Starting with the line containing "does not matter." and going on through the line containing "const int rc = sqlite3_busy_timeout(db_, ms);", return the lines of the data below exactly, and only those.
(EXTRACTED INFORMATION begins)
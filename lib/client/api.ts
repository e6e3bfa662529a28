import type { FieldErrors } from "@/lib/schemas/errors";

// Browser fetch helper: JSON in, JSON out, and our error envelope turned into an ApiError
// whose message says what to fix and whose `fields` map field errors for forms.
export class ApiError extends Error {
  constructor(
    readonly status: number,
    readonly code: string,
    message: string,
    readonly fields?: FieldErrors,
    /** Seconds the server asked to wait (503 while it cannot reach its database, 429). */
    readonly retryAfter?: number,
  ) {
    super(message);
  }
}

export async function api<T>(url: string, init: RequestInit & { json?: unknown } = {}): Promise<T> {
  const { json, ...rest } = init;
  const res = await fetch(url, {
    ...rest,
    headers: { ...(json !== undefined ? { "Content-Type": "application/json" } : {}), ...rest.headers },
    body: json !== undefined ? JSON.stringify(json) : rest.body,
    credentials: "same-origin",
  });
  if (res.status === 204) return undefined as T;
  const body = await res.json().catch(() => null);
  if (!res.ok) {
    const e = body?.error;
    throw new ApiError(
      res.status,
      e?.code ?? "http_error",
      e?.message ?? `The server answered ${res.status}`,
      e?.fields,
      typeof e?.retryAfter === "number" ? e.retryAfter : undefined,
    );
  }
  return body as T;
}
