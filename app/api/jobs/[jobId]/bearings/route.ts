import { authed, parseId } from "@/lib/server/core/route";
import { getBearingsView } from "@/lib/server/bearings/view";

type P = { jobId: string };

/** The job's shells, bearing points (housing bores, saved choice, measured clearance) and gauges. */
export const GET = authed<P>(["lead", "admin", "inspector"], async ({ actor, params }) =>
  getBearingsView(actor.shopId, parseId(params.jobId, "Job")),
);
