import { authed, parseId } from "@/lib/server/core/route";
import { deliverSoon } from "@/lib/server/mail/outbox-worker";
import { resendInvitation } from "@/lib/server/users/admin";

/** Send the invitation again with a fresh link (admin); only for someone who has not signed in yet. */
export const POST = authed<{ userId: string }>(["admin"], async ({ actor, params }) => {
  const sent = await resendInvitation(actor, parseId(params.userId, "User"));
  deliverSoon([actor.shopId], ["invitation"]);
  return sent;
});
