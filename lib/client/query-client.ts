import { QueryClient, isServer } from "@tanstack/react-query";
import { ApiError } from "./api";

// New client per server request, one singleton in the browser.
function makeQueryClient() {
  return new QueryClient({
    defaultOptions: { queries: { staleTime: 30_000, retry: retryQuery, retryDelay, refetchOnWindowFocus: true } },
  });
}

/** Seconds-long waits while the server cannot reach its database (a restart): a few more tries. */
const OUTAGE_RETRIES = 4;

/** Once for anything, a few times while the server says it is briefly unavailable (503) or busy (429). */
export function retryQuery(failures: number, err: unknown): boolean {
  const waitable = err instanceof ApiError && (err.status === 503 || err.status === 429);
  return failures < (waitable ? OUTAGE_RETRIES : 1);
}

/** The server's Retry-After when it gave one, else TanStack's usual doubling from 1 s (capped at 30 s). */
export function retryDelay(failures: number, err: unknown): number {
  if (err instanceof ApiError && err.retryAfter) return err.retryAfter * 1000;
  return Math.min(1000 * 2 ** failures, 30_000);
}

let browserClient: QueryClient | undefined;

export function getQueryClient() {
  if (isServer) return makeQueryClient();
  browserClient ??= makeQueryClient();
  return browserClient;
}
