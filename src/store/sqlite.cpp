// The SQLite RAII wrappers: connection, statement, transaction guard; every return code checked.
#include "shelfstage/store/detail/sqlite.hpp"

#include <fmt/format.h>

#include <unistd.h>

#include <cerrno>
#include <chrono>
#include <cstring>
#include <ctime>
#include <limits>

#include "shelfstage/units/text.hpp"

namespace shelfstage::store::detail {

void throw_sqlite(sqlite3* db, int rc, std::string_view label, std::string_view what) {
  const int primary = rc & 0xff;
  // The operating system's reason behind an I/O failure ("No space left on device").
  const int os_error = db != nullptr ? sqlite3_system_errno(db) : 0;
  std::string detail;
  if (primary == SQLITE_BUSY || primary == SQLITE_LOCKED) {
    detail = "database is locked (another program is writing to it); try again";
  } else if (primary == SQLITE_NOTADB) {
    detail = "not a database file";
  } else if (primary == SQLITE_CORRUPT) {
    detail = "database is corrupt";
  } else if (primary == SQLITE_FULL || (primary == SQLITE_IOERR && (os_error == ENOSPC || os_error == EDQUOT))) {
    detail = "the disk is full (no space left on device); nothing was written";
  } else if (primary == SQLITE_READONLY || primary == SQLITE_CANTOPEN || primary == SQLITE_PERM) {
    const std::string why = write_obstacle(std::filesystem::path(std::string(label)));
    detail = why.empty() ? std::string(sqlite3_errstr(rc)) : fmt::format("cannot write: {}", why);
  } else if (primary == SQLITE_IOERR) {
    detail = fmt::format("input/output error ({}); the change, if any, was not made",
                         os_error != 0 ? std::strerror(os_error) : "the disk may be full or failing");
  } else if (db != nullptr && sqlite3_errcode(db) == rc) {
    detail = sqlite3_errmsg(db);
  } else {
    detail = sqlite3_errstr(rc);
  }
  if (what.empty()) throw DatabaseError(fmt::format("{}: {}", label, detail));
  throw DatabaseError(fmt::format("{}: {}: {}", label, what, detail));
}

std::string write_obstacle(const std::filesystem::path& path) {
  auto reason = [](int error, std::string_view whose) -> std::string {
    if (error == EROFS) return "it is on a read-only file system";
    if (error == EACCES || error == EPERM) return fmt::format("you have no permission to write {}", whose);
    return {};
  };
  std::error_code ec;
  const bool exists = std::filesystem::exists(path, ec);
  if (exists && ::access(path.c_str(), W_OK) != 0) {
    if (auto r = reason(errno, "it"); !r.empty()) return r;
  }
  const std::filesystem::path folder = path.has_parent_path() ? path.parent_path() : std::filesystem::path(".");
  if (::access(folder.c_str(), W_OK) != 0) {
    const int error = errno;
    if (error == ENOENT) return fmt::format("its folder {} does not exist", units::clip(folder.string()));
    // SQLite keeps its journal files beside the database, so the folder must be writable too.
    return reason(error, fmt::format("its folder {} (SQLite writes its journal there)", units::clip(folder.string())));
  }
  return {};
}

// --- Statement -----------------------------------------------------------------------

Statement::Statement(sqlite3* db, std::string_view sql, std::string label) : db_(db), label_(std::move(label)) {
  const char* tail = nullptr;
  const int rc = sqlite3_prepare_v2(db_, sql.data(), static_cast<int>(sql.size()), &stmt_, &tail);
  if (rc != SQLITE_OK) {
    sqlite3_finalize(stmt_);
    stmt_ = nullptr;
    throw_sqlite(db_, rc, label_, fmt::format("cannot prepare '{}'", sql));
  }
  if (stmt_ == nullptr) throw DatabaseError(fmt::format("{}: empty SQL statement", label_));
}

Statement::Statement(Statement&& other) noexcept
    : db_(other.db_), stmt_(std::exchange(other.stmt_, nullptr)), label_(std::move(other.label_)) {}

Statement& Statement::operator=(Statement&& other) noexcept {
  if (this != &other) {
    sqlite3_finalize(stmt_);
    db_ = other.db_;
    stmt_ = std::exchange(other.stmt_, nullptr);
    label_ = std::move(other.label_);
  }
  return *this;
}

Statement::~Statement() { sqlite3_finalize(stmt_); }

void Statement::fail(int rc, std::string_view what) const { throw_sqlite(db_, rc, label_, what); }

void Statement::check_bind(int rc, int index) {
  if (rc != SQLITE_OK) fail(rc, fmt::format("cannot bind parameter {} of '{}'", index, sqlite3_sql(stmt_)));
}

Statement& Statement::bind(int index, std::int64_t value) {
  check_bind(sqlite3_bind_int64(stmt_, index, value), index);
  return *this;
}

Statement& Statement::bind(int index, double value) {
  check_bind(sqlite3_bind_double(stmt_, index, value), index);
  return *this;
}

Statement& Statement::bind(int index, std::string_view value) {
  // A null data pointer would bind NULL; an empty string must stay an empty string.
  const char* data = value.data() != nullptr ? value.data() : "";
  check_bind(sqlite3_bind_text64(stmt_, index, data, value.size(), SQLITE_TRANSIENT, SQLITE_UTF8), index);
  return *this;
}

Statement& Statement::bind(int index, std::nullopt_t) {
  check_bind(sqlite3_bind_null(stmt_, index), index);
  return *this;
}

bool Statement::step() {
  const int rc = sqlite3_step(stmt_);
  if (rc == SQLITE_ROW) return true;
  if (rc == SQLITE_DONE) return false;
  // The statement must be reset before it can run again; its error is reported below.
  sqlite3_reset(stmt_);
  fail(rc, "");
}

int Statement::run() {
  while (step()) {
  }
  return sqlite3_changes(db_);
}

Statement& Statement::reset() {
  sqlite3_reset(stmt_);  // returns the last step's error, already reported by step()
  const int rc = sqlite3_clear_bindings(stmt_);
  if (rc != SQLITE_OK) fail(rc, "cannot clear bindings");
  return *this;
}

bool Statement::is_null(int col) const { return sqlite3_column_type(stmt_, col) == SQLITE_NULL; }

std::int64_t Statement::int64(int col) const { return sqlite3_column_int64(stmt_, col); }

int Statement::int32(int col) const {
  const std::int64_t v = sqlite3_column_int64(stmt_, col);
  if (v < std::numeric_limits<int>::min() || v > std::numeric_limits<int>::max())
    throw DatabaseError(
        fmt::format("{}: value {} in column {} of '{}' is out of range", label_, v, col, sqlite3_sql(stmt_)));
  return static_cast<int>(v);
}

double Statement::real(int col) const { return sqlite3_column_double(stmt_, col); }

std::string Statement::text(int col) const {
  const auto* p = reinterpret_cast<const char*>(sqlite3_column_text(stmt_, col));
  if (p == nullptr) {
    if (sqlite3_errcode(db_) == SQLITE_NOMEM) fail(SQLITE_NOMEM, "cannot read text column");
    return {};
  }
  return std::string(p, static_cast<std::size_t>(sqlite3_column_bytes(stmt_, col)));
}

std::optional<std::int64_t> Statement::opt_int64(int col) const {
  if (is_null(col)) return std::nullopt;
  return int64(col);
}

std::optional<double> Statement::opt_real(int col) const {
  if (is_null(col)) return std::nullopt;
  return real(col);
}

std::optional<std::string> Statement::opt_text(int col) const {
  if (is_null(col)) return std::nullopt;
  return text(col);
}

// --- Connection ----------------------------------------------------------------------

Connection::Connection(const std::filesystem::path& path, int flags, bool immutable) : label_(path.string()) {
  std::string name = path.string();
  if (immutable) {
    // RFC 3986 percent-encoding of the characters a file: URI gives a meaning to.
    std::string uri = "file:";
    for (const char c : name) {
      if (c == '%' || c == '?' || c == '#')
        uri += fmt::format("%{:02X}", static_cast<unsigned>(static_cast<unsigned char>(c)));
      else
        uri += c;
    }
    name = uri + "?immutable=1";
    flags = SQLITE_OPEN_READONLY | SQLITE_OPEN_URI;
  }
  const int rc = sqlite3_open_v2(name.c_str(), &db_, flags | SQLITE_OPEN_EXRESCODE, nullptr);
  if (rc != SQLITE_OK) {
    // On most failures SQLite still hands back a handle that carries the message.
    std::string message = db_ != nullptr ? sqlite3_errmsg(db_) : sqlite3_errstr(rc);
    const int primary = rc & 0xff;
    if (primary == SQLITE_CANTOPEN || primary == SQLITE_READONLY || primary == SQLITE_PERM) {
      if (const auto why = write_obstacle(path); !why.empty()) message = why;
    }
    sqlite3_close_v2(db_);
    db_ = nullptr;
    throw DatabaseError(fmt::format("{}: cannot open: {}", label_, message));
  }
}

Connection::Connection(Connection&& other) noexcept
    : db_(std::exchange(other.db_, nullptr)), label_(std::move(other.label_)), cache_(std::move(other.cache_)) {}

Connection& Connection::operator=(Connection&& other) noexcept {
  if (this != &other) {
    close();
    db_ = std::exchange(other.db_, nullptr);
    label_ = std::move(other.label_);
    cache_ = std::move(other.cache_);
  }
  return *this;
}

void Connection::close() noexcept {
  cache_.clear();  // finalizes the kept statements
  // close_v2 defers the close until every statement is finalized, so order does not matter.
  sqlite3_close_v2(db_);
  db_ = nullptr;
}

Connection::~Connection() { close(); }

Connection::Lease Connection::cached(std::string_view sql) const {
  auto it = cache_.find(sql);
  if (it == cache_.end())
    it = cache_.emplace(std::string(sql), Kept{std::make_unique<Statement>(db_, sql, label_), false}).first;
  if (it->second.busy) return Lease(prepare(sql));
  it->second.busy = true;
  return Lease(*it->second.statement, &it->second.busy);
}

void Connection::exec(const std::string& sql) const {
  char* message = nullptr;
  const int rc = sqlite3_exec(db_, sql.c_str(), nullptr, nullptr, &message);
  if (rc != SQLITE_OK) {
    std::string text = message != nullptr ? message : sqlite3_errstr(rc);
    sqlite3_free(message);
    // Failures of the file (rather than of the SQL) are told as throw_sqlite tells them.
    const int primary = rc & 0xff;
    if (primary == SQLITE_BUSY || primary == SQLITE_LOCKED || primary == SQLITE_NOTADB || primary == SQLITE_CORRUPT ||
        primary == SQLITE_FULL || primary == SQLITE_IOERR || primary == SQLITE_READONLY || primary == SQLITE_CANTOPEN ||
        primary == SQLITE_PERM)
      fail(rc, "");
    throw DatabaseError(fmt::format("{}: {}", label_, text));
  }
}

void Connection::busy_timeout(int ms) const {
  const int rc = sqlite3_busy_timeout(db_, ms);
  if (rc != SQLITE_OK) fail(rc, "cannot set the busy timeout");
}

// --- Transaction ---------------------------------------------------------------------

Transaction::Transaction(const Connection& conn, Mode mode) : conn_(conn), nested_(conn.in_transaction()) {
  if (nested_)
    conn_.exec("SAVEPOINT shelfstage_nested");
  else
    conn_.exec(mode == Mode::immediate ? "BEGIN IMMEDIATE" : "BEGIN DEFERRED");
}

void Transaction::commit() {
  if (done_) return;
  conn_.exec(nested_ ? "RELEASE shelfstage_nested" : "COMMIT");
  done_ = true;
}

Transaction::~Transaction() {
  if (done_) return;
  // Never throws: a failed rollback leaves SQLite to roll back when the connection closes.
  if (nested_) {
    sqlite3_exec(conn_.handle(), "ROLLBACK TO shelfstage_nested; RELEASE shelfstage_nested", nullptr, nullptr, nullptr);
  } else if (conn_.in_transaction()) {
    sqlite3_exec(conn_.handle(), "ROLLBACK", nullptr, nullptr, nullptr);
  }
}

std::string utc_now() {
  const std::time_t t = std::chrono::system_clock::to_time_t(std::chrono::system_clock::now());
  std::tm tm{};
  gmtime_r(&t, &tm);
  char buf[32];
  std::strftime(buf, sizeof buf, "%Y-%m-%dT%H:%M:%SZ", &tm);
  return buf;
}

}  // namespace shelfstage::store::detail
(EXTRACTED INFORMATION ends)
- _ANSWER BOX_:
  // close_v2 defers the close until every statement is finalized, so order does not matter.
  sqlite3_close_v2(db_);
  db_ = nullptr;
}

Connection::~Connection() { close(); }

Connection::Lease Connection::cached(std::string_view sql) const {
  auto it = cache_.find(sql);
  if (it == cache_.end())
    it = cache_.emplace(std::string(sql), Kept{std::make_unique<Statement>(db_, sql, label_), false}).first;
  if (it->second.busy) return Lease(prepare(sql));
  it->second.busy = true;
  return Lease(*it->second.statement, &it->second.busy);
}

void Connection::exec(const std::string& sql) const {
  char* message = nullptr;
  const int rc = sqlite3_exec(db_, sql.c_str(), nullptr, nullptr, &message);
  if (rc != SQLITE_OK) {
    std::string text = message != nullptr ? message : sqlite3_errstr(rc);
    sqlite3_free(message);
    // Failures of the file (rather than of the SQL) are told as throw_sqlite tells them.
    const int primary = rc & 0xff;
    if (primary == SQLITE_BUSY || primary == SQLITE_LOCKED || primary == SQLITE_NOTADB || primary == SQLITE_CORRUPT ||
        primary == SQLITE_FULL || primary == SQLITE_IOERR || primary == SQLITE_READONLY || primary == SQLITE_CANTOPEN ||
        primary == SQLITE_PERM)
      fail(rc, "");
    throw DatabaseError(fmt::format("{}: {}", label_, text));
  }
}

void Connection::busy_timeout(int ms) const {
  const int rc = sqlite3_busy_timeout(db_, ms);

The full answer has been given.